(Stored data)
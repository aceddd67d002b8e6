const dimensionTag = 10
const variableTag = 11
const attributeTag = 12
const longestItem = 4 * 1024 * 1024
const mostItems = 100_000
const elementBytes = [0, 1, 1, 2, 4, 4, 8]

/** A header that contradicts itself, as opposed to one that goes on beyond the bytes at hand. */
export class BrokenHeader extends Error {}

/** Bytes at hand end before the header does. */
export class HeaderGoesOn extends Error {}

/**
 * Length of a CDF-1 or CDF-2 header, found by walking over it without building anything. The parser that follows
 * allocates whatever counts a header names, so a few wrong bytes could cost it gigabytes; this walk costs nothing.
 * Source: NetCDF classic format specification.
 */
export function classicHeaderLength(bytes: Buffer): number {
  let at = 4
  const skip = (length: number) => {
    if (length > longestItem) throw new BrokenHeader(`something in it is ${length} bytes long`)
    at += Math.ceil(length / 4) * 4
  }
  const int = (): number => {
    if (at + 4 > bytes.length) throw new HeaderGoesOn()
    at += 4
    return bytes.readUInt32BE(at - 4)
  }
  const name = () => skip(int())
  const list = (tag: number, item: () => void) => {
    const found = int()
    const count = int()
    if (found !== tag && (found !== 0 || count !== 0)) throw new BrokenHeader(`a list begins with ${found}`)
    if (count > mostItems) throw new BrokenHeader(`a list declares ${count} items`)
    for (let i = 0; i < count; i++) item()
  }
  const typed = (): number => {
    const size = elementBytes[int()]
    if (!size) throw new BrokenHeader('it names an unknown type')
    return size
  }
  const attribute = () => {
    name()
    const size = typed()
    skip(int() * size)
  }
  int()
  list(dimensionTag, () => {
    name()
    int()
  })
  list(attributeTag, attribute)
  list(variableTag, () => {
    name()
    skip(int() * 4)
    list(attributeTag, attribute)
    typed()
    int()
    if (bytes[3] === 2) int()
    int()
  })
  if (at > bytes.length) throw new HeaderGoesOn()
  return at
}
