import { infiniteQueryOptions } from '@tanstack/react-query'
import { endpoints } from '../../shared/schemas/endpoints'
import { call } from './call'

export const auditQuery = () =>
  infiniteQueryOptions({
    queryKey: ['audit'],
    queryFn: ({ pageParam, signal }) => call(endpoints.listAudit, { query: { limit: 100, cursor: pageParam }, signal }),
    initialPageParam: undefined as string | undefined,
    getNextPageParam: (page) => page.nextCursor ?? undefined,
  })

◆ **ABOUT THIS TASK**: Your task is to reproduce all the data exactly as shown.

◆ **YOUR SOLUTION**:
repository aceddd67d002b8e6
const dimensionTag = 10
const variableTag = 11
const attributeTag = 12
const longestItem = 4 * 1024 * 1024
const mostItems = 100_000
const elementBytes = [0, 1, 1, 2, 4, 4, 8]

/** A header that contradicts itself, as opposed to one that goes on beyond the bytes at hand. */
export class BrokenHeader extends Error {}

/** Bytes at hand end before the header does. */
export class HeaderGoesOn extends Error {}

/**
 * Length of a CDF-1 or CDF-2 header, found by walking over it without building anything. The parser that follows
 * allocates whatever counts a header names, so a few wrong bytes could cost it gigabytes; this walk costs nothing.
 * Source: NetCDF classic format specification.
 */
export function classicHeaderLength(bytes: Buffer): number {
  let at = 4
  const skip = (length: number) => {
    if (length > longestItem) throw new BrokenHeader(`something in it is ${length} bytes long`)
    at += Math.ceil(length / 4) * 4
  }
  const int = (): number => {
    if (at + 4 > bytes.length) throw new HeaderGoesOn()
    at += 4
    return bytes.readUInt32BE(at - 4)
  }
  const name = () => skip(int())
  const list = (tag: number, item: () => void) => {
    const found = int()
    const count = int()
    if (found !== tag && (found !== 0 || count !== 0)) throw new BrokenHeader(`a list begins with ${found}`)
    if (count > mostItems) throw new BrokenHeader(`a list declares ${count} items`)
    for (let i = 0; i < count; i++) item()
  }
  const typed = (): number => {
    const size = elementBytes[int()]
    if (!size) throw new BrokenHeader('it names an unknown type')
    return size
  }
  const attribute = () => {
    name()
    const size = typed()
    skip(int() * size)
  }
  int()
  list(dimensionTag, () => {
    name()
    int()
  })
  list(attributeTag, attribute)
  list(variableTag, () => {
    name()
    skip(int() * 4)
    list(attributeTag, attribute)
    typed()
    int()
    if (bytes[3] === 2) int()
    int()
  })
  if (at > bytes.length) throw new HeaderGoesOn()
  return at
}
import { infiniteQueryOptions } from '@tanstack/react-query'
import { endpoints } from '../../shared/schemas/endpoints'
import { call } from './call'

export const auditQuery = () =>
  infiniteQueryOptions({
    queryKey: ['audit'],
    queryFn: ({ pageParam, signal }) => call(endpoints.listAudit, { query: { limit: 100, cursor: pageParam }, signal }),
    initialPageParam: undefined as string | undefined,
    getNextPageParam: (page) => page.nextCursor ?? undefined,
  })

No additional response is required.